The environments in Max Payne 3 are designed well with a good feel of Brazilian life and culture complete with the nightlife, soccer stadiums and tropical levels. Liquid effects like water, rain and blood appear fluid and smooth. The similar theme among the levels is that they look realistic yet reminiscent of a Hollywood movie. In fact, there are times it seems like I was playing through a movie rather than a video game but not so tightly scripted that I felt restricted.

The music in Max Payne 3 is really well done in that it combines the drama and suspense of the action yet can change to a more brooding and a sadder tone when focused on Max and his inner struggles. The sound effects are top notch and the voice acting is second to none. They match perfectly with their characters and are convincing in delivery and speech. However, in addition to the actual game content there is strong coarse language and is not recommended for a younger audience.

As players progress through the Story mode of the game, they complete chapters that can be played again in Arcade mode which is divided between Score Attack and New York Minute. In Score Attack, players are scored based on their performance including consecutive successive hits, headshots, damage and painkillers taken. In New York Minute, players perform a speed-run through a level with only 1 minute to complete. Scores in these modes can be shared on an online leaderboard where you can compare your scores with others as well as obtaining achievements in the game. 

Despite the sharing of scores and achievements, the biggest highlight of the online capabilities is the multiplayer mode. In addition to the standard Deathmatch, Team Deathmatch and King-of-the-Hill style modes, Max Payne 3 introduces the Gang Wars aspect, which combines elements of the single player story with changing objectives, linked by a shared story thread including motion-comics and narration. Players will not know what mode they will be playing next, with each gameplay type changing based on the events of the match before. Players can also customize their character in multiplayer mode with unlockables available in almost every menu option by gaining XP through kills and other achievements. Multiplayer also enables players to create Vendettas and join Crews, which are meant to increase player alliances and grudges within the online multiplayer community while also reducing the anonymity associated with many shooters. Vendettas simply enable players who have been killed twice in row by the same opposing player to find them marked on the map and essentially hunt them down. Bonus XP is awarded to the player that kills the other. Joining a Crew, whether it be public or private, enables you to have customizable emblems on your equipment to distinguish you from other players similar to an online clan. Crews can also engage in Crew Vendetta which are rivalries with other Crews and kept track by Rockstar to see which Crews are winning which feuds.

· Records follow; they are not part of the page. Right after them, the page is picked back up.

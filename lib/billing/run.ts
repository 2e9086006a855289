import 'server-only';
import type { runSchema } from '@/lib/api/dto/billing';
import type { z } from 'zod';
import type { InferAttributes, Transaction } from 'sequelize';
import { audit } from '@/lib/audit';
import type { Actor } from '@/lib/auth';
import { inTransaction } from '@/lib/db';
import { HttpError, invalidFields } from '@/lib/http';
import { enqueue, QUEUES, type RunChunkJob } from '@/lib/jobs';
import { BillingRun, Coop, Invoice, Membership } from '@/models';
import { assertPeriodOpen, isPeriodClosed, lockCoopBilling, periodBounds, periodClosedError } from './locks';
import { currentPeriod, periodToDate } from './periods';
import * as q from './run/queries';

/** Members per chunk; each chunk is one transaction, so a crash loses at most one chunk's work. */
export const RUN_CHUNK = 500;
/**
 * A run whose chunks no worker has touched for this long is taken to be lost (e.g. no worker is
 * running, or its jobs were deleted); a worker that dies mid-chunk does not count: the queue
 * gives its chunk to another worker within seconds.
 */
const STALE_AFTER_MS = 10 * 60_000;

export type RunDTO = z.infer<typeof runSchema>;

type RunAttributes = InferAttributes<BillingRun>;

const toDto = (r: RunAttributes): RunDTO => ({
  id: r.id,
  period: String(r.period).slice(0, 7),
  status: r.status,
  totalMembers: r.totalMembers,
  doneMembers: r.doneMembers,
  drafts: r.drafts,
  limitedToMembers: r.memberIds ? r.memberIds.length : null,
  error: r.error,
  startedAt: new Date(r.createdAt).toISOString(),
  finishedAt: r.finishedAt ? new Date(r.finishedAt).toISOString() : null,
});

/**
 * Builds (or rebuilds) the draft invoices of one chunk of members with set-based SQL, inside the
 * caller's transaction. Idempotent: drafts of these members are rebuilt from scratch; issued
 * invoices are never touched; a draw or adjustment already on a live invoice is skipped.
 * Lines: one per draw (its locked fuel amount; reversals negative), dues, one surcharge and one
 * road-tax line summed from the draws' locked amounts, adjustments, then credit applied.
 * @returns the number of drafts that exist for the chunk afterwards
 */
async function buildDrafts(t: Transaction, s: q.RunScope, runId: number, membershipIds: number[]): Promise<number> {
  await q.deleteDraftsOf(t, s, membershipIds);
  const drafts = await q.createEmptyDrafts(t, s, runId, membershipIds);
  if (drafts.length === 0) return 0;
  await q.insertDrawLines(t, s, drafts);
  await q.insertSurchargeAndTaxLines(t, s.coopId, drafts);
  if (s.duesCents > 0) await q.insertDuesLines(t, s, drafts);
  await q.insertAdjustmentLines(t, s, drafts);
  await q.insertCreditLines(t, s.coopId, drafts);
  // A member with nothing left to bill (e.g. their draws went onto another month's draft) gets no invoice.
  const empty = await q.deleteEmptyDrafts(t, s.coopId, drafts);
  await q.refreshDraftTotals(t, s.coopId, drafts);
  return drafts.length - empty;
}

async function loadScope(
  coopId: number,
  periodDate: string,
  only: number[] | null,
  t?: Transaction,
): Promise<q.RunScope> {
  const coop = await Coop.findByPk(coopId, { attributes: ['timezone', 'settings'], raw: true, transaction: t });
  const { end } = await periodBounds(periodDate, coop!.timezone, t);
  const dues = Number(coop!.settings?.monthlyDuesCents ?? 0);
  return { coopId, period: periodDate, end, duesCents: Number.isSafeInteger(dues) && dues > 0 ? dues : 0, only };
}

/**
 * Starts (or joins) the invoicing run for a month. Drafts are built by the worker, one job per
 * chunk of members; the first chunk's job is queued in the same transaction as the run row.
 * Progress is on the run row, written by each chunk's transaction. A run that is still alive is
 * returned as is (a double click does not start two); one that no worker has advanced for ten
 * minutes is marked abandoned and replaced — re-running is always safe because every chunk is
 * idempotent.
 */
export async function startRun(
  actor: Actor,
  input: { period: string; memberIds?: number[] },
): Promise<{ run: RunDTO; started: boolean }> {
  const coopId = actor.coop.id;
  const periodDate = periodToDate(input.period);
  if (input.period > currentPeriod(actor.coop.timezone)) {
    throw invalidFields({ period: ['That month has not started yet.'] });
  }
  const only = input.memberIds?.length ? [...new Set(input.memberIds)] : null;
  const result = await inTransaction(async (t) => {
    await lockCoopBilling(t, coopId);
    await assertPeriodOpen(coopId, periodDate, t);
    if (only && (await Membership.count({ where: { coopId, id: only }, transaction: t })) !== only.length) {
      throw invalidFields({ memberIds: ['Choose members of this co-op.'] });
    }
    const running = await BillingRun.findOne({
      where: { coopId, period: periodDate, status: 'running' },
      lock: t.LOCK.UPDATE,
      transaction: t,
    });
    if (running) {
      if (Date.now() - new Date(running.heartbeatAt).getTime() < STALE_AFTER_MS)
        return { run: running.get({ plain: true }), started: false };
      await running.update({ status: 'abandoned', finishedAt: new Date() }, { transaction: t });
      await audit(
        {
          coopId,
          actorUserId: actor.user.id,
          action: 'billing.run.abandon',
          entityType: 'billing_run',
          entityId: running.id,
          before: { status: 'running', doneMembers: running.doneMembers },
        },
        t,
      );
    }
    const scope = await loadScope(coopId, periodDate, only, t);
    const total = await q.countMembersToBill(scope, t);
    const run = await BillingRun.create(
      { coopId, period: periodDate, memberIds: only, totalMembers: total, startedByUserId: actor.user.id },
      { transaction: t },
    );
    await audit(
      {
        coopId,
        actorUserId: actor.user.id,
        action: 'billing.run.start',
        entityType: 'billing_run',
        entityId: run.id,
        after: { period: input.period, totalMembers: total, memberIds: only },
      },
      t,
    );
    await enqueue<RunChunkJob>(QUEUES.runChunk, { coopId, runId: run.id, afterId: 0, done: 0 }, { transaction: t });
    return { run: run.get({ plain: true }), started: true };
  });
  return { run: toDto(result.run), started: result.started };
}

/**
 * One chunk of a run (a worker job): under the co-op's billing lock, builds the drafts of the
 * next RUN_CHUNK members after `afterId`, advances the run's progress and queues the next
 * chunk — all in one transaction, so a worker killed mid-chunk leaves nothing half done and the
 * queue runs the chunk again. A chunk replayed after its transaction committed (the worker died
 * before the queue heard it finished) finds the run's progress moved on and does nothing.
 * When no member is left, the run is marked completed. A closed month fails the run at once;
 * other errors are retried by the queue and, after the last try, fail the run (runGaveUp).
 */
export async function runChunk(job: RunChunkJob): Promise<'chunk' | 'completed' | 'stale'> {
  const { coopId, runId, afterId } = job;
  try {
    return await inTransaction(async (t) => {
      await lockCoopBilling(t, coopId);
      const run = await BillingRun.findOne({ where: { id: runId, coopId }, lock: t.LOCK.UPDATE, transaction: t });
      if (!run || run.status !== 'running' || run.doneMembers !== job.done) return 'stale';
      const periodDate = String(run.period).slice(0, 10);
      if (await isPeriodClosed(coopId, periodDate, t)) throw periodClosedError(periodDate);
      const scope = await loadScope(coopId, periodDate, run.memberIds, t);
      const ids = await q.nextMembersToBill(scope, afterId, RUN_CHUNK, t);
      if (ids.length === 0) {
        const drafts = await Invoice.count({
          where: { coopId, period: periodDate, kind: 'invoice', status: 'draft' },
          transaction: t,
        });
        const members = Math.max(run.totalMembers, run.doneMembers);
        await run.update(
          {
            status: 'completed',
            finishedAt: new Date(),
            heartbeatAt: new Date(),
            drafts,
            totalMembers: members,
            doneMembers: members,
          },
          { transaction: t },
        );
        await audit(
          {
            coopId,
            actorUserId: run.startedByUserId,
            action: 'billing.run.complete',
            entityType: 'billing_run',
            entityId: runId,
            after: { period: periodDate.slice(0, 7), members, drafts },
          },
          t,
        );
        return 'completed';
      }
      const drafts = await buildDrafts(t, scope, runId, ids);
      const done = run.doneMembers + ids.length;
      // The run row is locked (FOR UPDATE) until this transaction ends, so these sums are exact.
      await run.update(
        {
          doneMembers: done,
          totalMembers: Math.max(run.totalMembers, done),
          drafts: run.drafts + drafts,
          heartbeatAt: new Date(),
        },
        { transaction: t },
      );
      await enqueue<RunChunkJob>(
        QUEUES.runChunk,
        { coopId, runId, afterId: ids[ids.length - 1]!, done },
        { transaction: t },
      );
      return 'chunk';
    });
  } catch (e) {
    if (!(e instanceof HttpError)) throw e;
    await runGaveUp(coopId, runId, e.message);
    return 'stale';
  }
}

/** Marks a run failed (its chunk's job used up its tries, or the month closed under it). */
export async function runGaveUp(coopId: number, runId: number, message?: string): Promise<void> {
  console.error(`[billing] run ${runId} failed${message ? `: ${message}` : ''}`);
  await BillingRun.update(
    {
      status: 'failed',
      error:
        message ?? 'The run stopped on an unexpected error; start it again to continue (finished members are kept).',
      finishedAt: new Date(),
    },
    { where: { id: runId, coopId, status: 'running' } },
  );
}

/** One run of the co-op (404 for another co-op's). */
export async function getRun(actor: Actor, runId: number): Promise<RunDTO> {
  const run = await BillingRun.findOne({ where: { id: runId, coopId: actor.coop.id }, raw: true });
  if (!run) throw new HttpError(404, 'Run not found.');
  return toDto(run);
}

/** The latest run of a month, if any. */
export async function latestRun(coopId: number, periodDate: string): Promise<RunDTO | null> {
  const run = await BillingRun.findOne({ where: { coopId, period: periodDate }, order: [['id', 'DESC']], raw: true });
  return run ? toDto(run) : null;
}
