import 'server-only';
import { literal, Op } from 'sequelize';
import { enqueueInvoiceMails } from '@/lib/jobs';
import { audit } from '@/lib/audit';
import type { Actor } from '@/lib/auth';
import { inTransaction } from '@/lib/db';
import { conflict, notFound } from '@/lib/http';
import { appUrl, type OutgoingMail } from '@/lib/mail';
import { sendOnce } from '@/lib/mail/once';
import { formatCents } from '@/lib/money';
import { Coop, Invoice } from '@/models';
import { getInvoiceDetail } from './invoices';
import { invoiceFileName, renderInvoicePdf, type PdfCoop } from './pdf';
import { periodLabel } from './periods';
import { formatDate } from '@/lib/dates';

async function loadCoop(coopId: number): Promise<PdfCoop> {
  const c = await Coop.findByPk(coopId, { attributes: ['name', 'slug', 'units', 'currency', 'timezone'], raw: true });
  return c!;
}

/** One more sending attempt, counted in the database (concurrent senders never lose one). */
const ATTEMPT = literal('email_attempts + 1');

/** The e-mail of one issued invoice or credit note, with its PDF. */
async function composeInvoiceEmail(coopId: number, invoiceId: number): Promise<OutgoingMail> {
  const c = await loadCoop(coopId);
  const inv = await getInvoiceDetail(coopId, invoiceId, { includeDrafts: false });
  const pdf = await renderInvoicePdf(inv, c);
  const isCredit = inv.kind === 'credit-note';
  const money = (n: number) => formatCents(n, c.currency);
  const first = inv.memberName.split(/\s+/)[0] || inv.memberName;
  const text = isCredit
    ? `Hello ${first},\n\n${c.name} has cancelled invoice ${inv.original?.label ?? ''} for ${periodLabel(inv.period)}. The credit note ${inv.label} is attached.\nAnything you had paid on that invoice is held as credit on your account and taken off your next invoice.\n\nYour invoices: ${appUrl(`/c/${c.slug}/invoices`)}\n\n— ${c.name} (sent by Tallyvat)\n`
    : `Hello ${first},\n\nYour invoice ${inv.label} for ${periodLabel(inv.period)} from ${c.name} is attached.\nTotal: ${money(inv.totalCents)}. Amount due: ${money(inv.outstandingCents)}${inv.dueOn && inv.outstandingCents > 0 ? `, by ${formatDate(inv.dueOn, c.timezone)}` : ''}.\n\nPay by card or see all your invoices: ${appUrl(`/c/${c.slug}/invoices/${inv.id}`)}\nOr pay the treasurer in cash or by cheque, writing ${inv.label} on it.\n\n— ${c.name} (sent by Tallyvat)\n`;
  return {
    to: inv.memberEmail,
    subject: `${c.name}: ${isCredit ? 'credit note' : 'invoice'} ${inv.label} for ${periodLabel(inv.period)}`,
    text,
    attachments: [{ filename: invoiceFileName(c.slug, inv), content: pdf, contentType: 'application/pdf' }],
  };
}

/**
 * The treasurer's "send again" on one issued invoice or credit note: puts its e-mail back to
 * "queued" and queues its mail job in the same transaction (like the month's bulk send); the
 * worker sends it through the ledger as the next generation. 409 while a send is in flight;
 * an invoice already queued with a live job gets no second one.
 * @returns the e-mail status now (queued); the invoice page follows it from there
 */
export async function queueInvoiceEmail(actor: Actor, invoiceId: number): Promise<{ emailStatus: 'queued' }> {
  const coopId = actor.coop.id;
  return inTransaction(async (transaction) => {
    const inv = await Invoice.findOne({
      attributes: ['id', 'emailStatus'],
      where: { id: invoiceId, coopId, status: { [Op.ne]: 'draft' } },
      lock: transaction.LOCK.UPDATE,
      transaction,
    });
    if (!inv) throw notFound('That invoice is not in this co-op, or it is still a draft.');
    const before = inv.emailStatus;
    if (before === 'sending') throw conflict('This e-mail is being sent right now. Wait a moment and look again.');
    if (before !== 'queued') await inv.update({ emailStatus: 'queued' }, { transaction });
    await enqueueInvoiceMails(coopId, [invoiceId], transaction, before !== 'queued');
    await audit(
      {
        coopId,
        actorUserId: actor.user.id,
        action: 'invoice.email',
        entityType: 'invoice',
        entityId: invoiceId,
        before: { emailStatus: before },
        after: { emailStatus: 'queued' },
      },
      transaction,
    );
    return { emailStatus: 'queued' as const };
  });
}

/**
 * The mail job of one invoice (run by the worker), through the send ledger (lib/mail/once.ts): a
 * job for an invoice already sent does nothing; the e-mail is composed (reads and the PDF), then
 * the invoice is marked "sending" with the in-flight claim, the message goes out with the
 * Message-ID of the invoice's n-th send, and "sent" is committed right after the server's 250.
 * A worker killed in between leaves it "sending": the retry sends it again with the same
 * Message-ID (logged `mail.ambiguous`). SMTP trouble throws: the queue tries again with
 * back-off, and after the last try the dead letter marks the invoice "failed".
 * @param jobRef the job, `queue:id`
 * @returns whether this job sent the e-mail
 */
export async function deliverInvoiceEmailJob(coopId: number, invoiceId: number, jobRef: string): Promise<boolean> {
  const waiting = { id: invoiceId, coopId, status: { [Op.ne]: 'draft' }, emailStatus: ['queued', 'sending'] };
  if ((await Invoice.count({ where: waiting })) === 0) return false;
  const mail = await composeInvoiceEmail(coopId, invoiceId);
  // The claim counts the try (the month page shows attempts).
  return sendOnce({
    subject: `invoice.${invoiceId}`,
    coopId,
    jobRef,
    mail,
    claim: async (transaction) =>
      (await Invoice.update({ emailStatus: 'sending', emailAttempts: ATTEMPT }, { where: waiting, transaction }))[0] >
      0,
    sent: (transaction) =>
      Invoice.update(
        { emailStatus: 'sent', emailedAt: new Date() },
        { where: { id: invoiceId, coopId, emailStatus: 'sending' }, transaction },
      ),
    unsent: (transaction) =>
      Invoice.update(
        { emailStatus: 'queued' },
        { where: { id: invoiceId, coopId, emailStatus: 'sending' }, transaction },
      ),
  });
}

/** The dead letter of an invoice's mail job: every try failed. */
export async function invoiceEmailGaveUp(coopId: number, invoiceId: number): Promise<void> {
  await Invoice.update(
    { emailStatus: 'failed' },
    { where: { id: invoiceId, coopId, emailStatus: ['queued', 'sending'] } },
  );
}

/**
 * Queues one mail job per invoice of the co-op whose e-mail is "queued" (after issuing, or after
 * "send now"). The worker sends them; a job for an invoice that is already sent does nothing, so
 * queuing twice is harmless.
 * @returns how many jobs were queued
 */
export async function sendQueuedInvoiceEmails(coopId: number): Promise<number> {
  const rows = await Invoice.findAll({
    where: { coopId, emailStatus: 'queued' },
    attributes: ['id'],
    order: [['number', 'ASC']],
    raw: true,
  });
  await enqueueInvoiceMails(
    coopId,
    rows.map((r) => r.id),
  );
  return rows.length;
}

/** Queues the month's unsent or failed e-mails again (treasurer's "send now"); returns how many. */
export async function resendMonthEmails(coopId: number, periodDate: string): Promise<number> {
  const [, rows] = await Invoice.update(
    { emailStatus: 'queued' },
    {
      where: { coopId, period: periodDate, status: { [Op.ne]: 'draft' }, emailStatus: ['not-sent', 'failed'] },
      returning: ['id'],
    },
  );
  // A web process that dies before this leaves them "queued": housekeeping queues their jobs.
  await enqueueInvoiceMails(
    coopId,
    rows.map((r) => r.id),
  );
  return rows.length;
}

For me, the multiplayer aspect was a little disappointing in some ways due to the unlocked portions and limited weapons available to those who just started playing. While I can understand the developers would like to reward skill with XP, I felt a little too limited with my beginner weaponry. Still, the multiplayer experience was fun especially since Bullet Time can also be used against any player that is within your sight and vice versa. Time will tell to see if Vendettas and the Crew elements will be successful in the future but the ideas seem promising.

Overall, Max Payne is a solid shooter that not only keeps the core elements that made the series a hit but also added improvements in almost every aspect making Max Payne 3 the best in the franchise to date.  The story is suspenseful, engaging and I was impressed the games character development.  The single player and multiplayer gameplay is not only fun but also challenging.  Fans of the series will surely enjoy this game and those new to the series will be in for a treat.